The thrill begins when you have a Waiting list or an RAC ticket. Every now and then you track it, with the anticipation that someone’s tickets are cancelled to give way to yours. You apply all your means, connections and bribes to get the tickets done. Especially, for Bengalis, travelling is like politics, adda and Uttam Kumar. Imbibed in their neurons. Life without travelling is equivalent to no life at all. (You see tourists dying in bomb-blasts in Kashmir or land-slides in Kumayun. All of them are Bengalis).

And once your ticket is confirmed, starts the real fun. Packing! There is no 20 kilos weight limit. You can almost carry your 800 sq.ft. home into the train with slight variations. Safety-pins, idols of Ram-Sita, gas burners, packets of puffed rice and Maggi, pickles, blankets, radio sets, pets (non-barking ones) and a range of other useless and useful things tuck themselves conveniently in those huge metal trunks and trolleys (read ‘suitcase’). In the event they cannot tuck themselves so conveniently, children would be asked to sit on the upper-lid, so that the luggage can be closed properly and locked tightly. And, if there is a numeric lock, then each time the luggage is opened (or closed), the person turns a Vinay Pathak in Bheja Fry! (You know what I mean).

One thing I fail to notice nowadays, which was very common when we were small. The owner of the luggage would have stickers bearing his/her initials fixed on the suitcase on two sides of the handle (there was a specific space for doing it). In yester years, suitcases used to come with alphabet-stickers. You choose your initials, stick them and when the luggage is lost, the whole world would come to know that it belonged to you by a mere B.G, C.N or   S.P (as if)!!!!

Once things are packed, starts the first round of counting the luggage while putting them in the boot of a taxi (fondly called “dicky”) and then see for the umpteenth time whether the cab-driver has locked it properly. On the way to the station, at every red signal where the taxi has stopped, check whether the dicky is still locked. The second round of counting starts after reaching the station. The third round follows while handing over the luggage to the Coolie and the final one once you’ve boarded the train. The in-between mental counting goes on while following the Coolie till the train. And of course, keeping a count equally applies to little children, if you are travelling with a number of them (except the dicky and the coolie-part, of course).

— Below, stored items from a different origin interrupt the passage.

/**
 * `kinhue progress <restore output folder>`: how far a run has got, per part and in all (done, failed,
 * pending, rate, time left), read from the folder's manifests; safe while parts are at work.
 */
import type { ArgumentsCamelCase, Argv, CommandModule } from 'yargs';
import { loadRunFolder, MANIFEST_NAME, runProgress, type PartProgress, type RunProgress } from '../../batch/index.js';
import { ErrorCodes, KinhueError, UsageError } from '../../errors.js';
import { renderTable } from '../../report/index.js';
import { ExitCode } from '../exit-codes.js';
import { addOptions, type CliArgs, type OptionTable } from '../option-table.js';
import { formatDuration } from '../progress.js';

const EXAMPLE = 'kinhue progress /archive/restored';

/** Options of the command line only (the core reads a run folder and takes no options). */
interface CommandFlags {
  json: boolean;
}

/** The `progress` command line as yargs parses it. */
export type ProgressArgs = { run: string } & CliArgs<CommandFlags>;

const COMMAND_FLAGS: OptionTable<CommandFlags> = {
  json: { type: 'boolean', default: false, describe: 'print the figures as JSON' },
};

/**
 * Checks a parsed `progress` command line. Pure: throws UsageError with an example.
 * @example
 *   check({ run: 'restored' }); // true
 */
export function check(argv: Partial<ProgressArgs>): true {
  if (typeof argv.run !== 'string' || argv.run.trim() === '')
    throw new UsageError(`name the output folder of a restore run\nExample usage: ${EXAMPLE}`);
  return true;
}

/**
 * The progress as a table for people, as of `now`.
 * @example
 *   console.log(formatRunProgress(progress, Date.now()));
 */
export function formatRunProgress(p: RunProgress, now: number): string {
  const count = (n: number | null): string => (n === null ? '-' : String(n));
  const rate = (perMinute: number | null): string => (perMinute === null ? '-' : perMinute.toFixed(1));
  const left = (seconds: number | null, pending: number | null): string =>
    pending === 0 ? 'finished' : seconds === null ? '-' : `~${formatDuration(seconds)}`;
  const row = (r: PartProgress): string[] => [
    r.part ? `${r.part.index}/${r.part.count}` : 'all',
    count(r.files),
    String(r.done),
    String(r.failed),
    count(r.pending),
    rate(r.perMinute),
    r.started === null ? 'not started' : left(r.secondsLeft, r.pending),
    r.lastRecord ? `${formatDuration((now - Date.parse(r.lastRecord)) / 1000)} ago` : '-',
    r.host ?? '-',
  ];
  const t = p.total;
  const rows = p.parts.map(row);
  const columns = [
    { label: 'part' },
    { label: 'scans', align: 'right' },
    { label: 'done', align: 'right' },
    { label: 'failed', align: 'right' },
    { label: 'pending', align: 'right' },
    { label: 'per min', align: 'right' },
    { label: 'time left', align: 'right' },
    { label: 'last record', align: 'right' },
    { label: 'machine' },
  ] as const;
  const lines = [
    `${p.folder}: ${p.split ? `a run split into ${p.split} parts` : 'a run of all scans'}${p.settings ? `, settings ${p.settings}` : ''}`,
    renderTable(
      columns,
      p.split
        ? [
            ...rows,
            [
              'total',
              count(t.files),
              String(t.done),
              String(t.failed),
              count(t.pending),
              rate(t.perMinute),
              left(t.secondsLeft, t.pending),
              '',
              '',
            ],
          ]
        : rows,
    ),
  ];
  const waiting = p.parts.filter((r) => r.started === null).length;
  if (waiting)
    lines.push(
      `${waiting} part${waiting === 1 ? ' has' : 's have'} not started: the total counts every scan found, the time left only parts at work`,
    );
  for (const note of p.notes) lines.push(`note: ${note}`);
  return lines.join('\n');
}

export const command: CommandModule<object, ProgressArgs> = {
  command: 'progress <run>',
  describe: 'say how far a restore run has got: done, failed and pending scans per part and in all, the rate and the time left',
  builder: (yargs: Argv) =>
    (
      addOptions(yargs, COMMAND_FLAGS)
        .positional('run', { type: 'string', describe: 'the output folder of a restore run (--out), split into parts or not' })
        .example(EXAMPLE, 'while a Slurm array or Kubernetes Job restores into /archive/restored')
        .epilog(
          'Reads only: run it as often as you like while parts are at work. Per minute counts scans finished since a part last ' +
            'started; time left is pending scans at that rate.',
        ) as unknown as Argv<ProgressArgs>
    ).check((argv) => check(argv as Partial<ProgressArgs>)),
  handler: async (argv: ArgumentsCamelCase<ProgressArgs>) => {
    const run = await loadRunFolder(argv.run);
    if (run.manifests.length === 0) {
      throw new KinhueError(
        ErrorCodes.UNREADABLE,
        `holds no ${MANIFEST_NAME} (nor one per part): not the output folder of a restore run, or none has started`,
        {
          file: argv.run,
          hint: 'pass the folder given to kinhue restore as --out',
        },
      );
    }
    const now = Date.now();
    const progress = runProgress(run, now);
    if (argv.json) process.stdout.write(`${JSON.stringify(progress, null, 2)}\n`);
    else console.log(formatRunProgress(progress, now));
    process.exitCode = ExitCode.OK;
  },
};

For Bongs in Kolkata, like us, I think you would agree, the delight of travelling begins at the very step onto the Howrah Bridge. It is like a lovely trailor to a lovelier movie that lies ahead (unlike the present Yash-Chopra movies). The thrill, the excitement and the boundless joy begins just at the visibility of Ganga, the mightiness of the suspension bridge and the Howrah Station that beckons. And then, the sight, smell and sound of the station make you ecstatic..instantly. You don’t mind the sweat, the loud bustle, the annoying pleadings of hawkers and the relentless bargaining sessions with Coolies.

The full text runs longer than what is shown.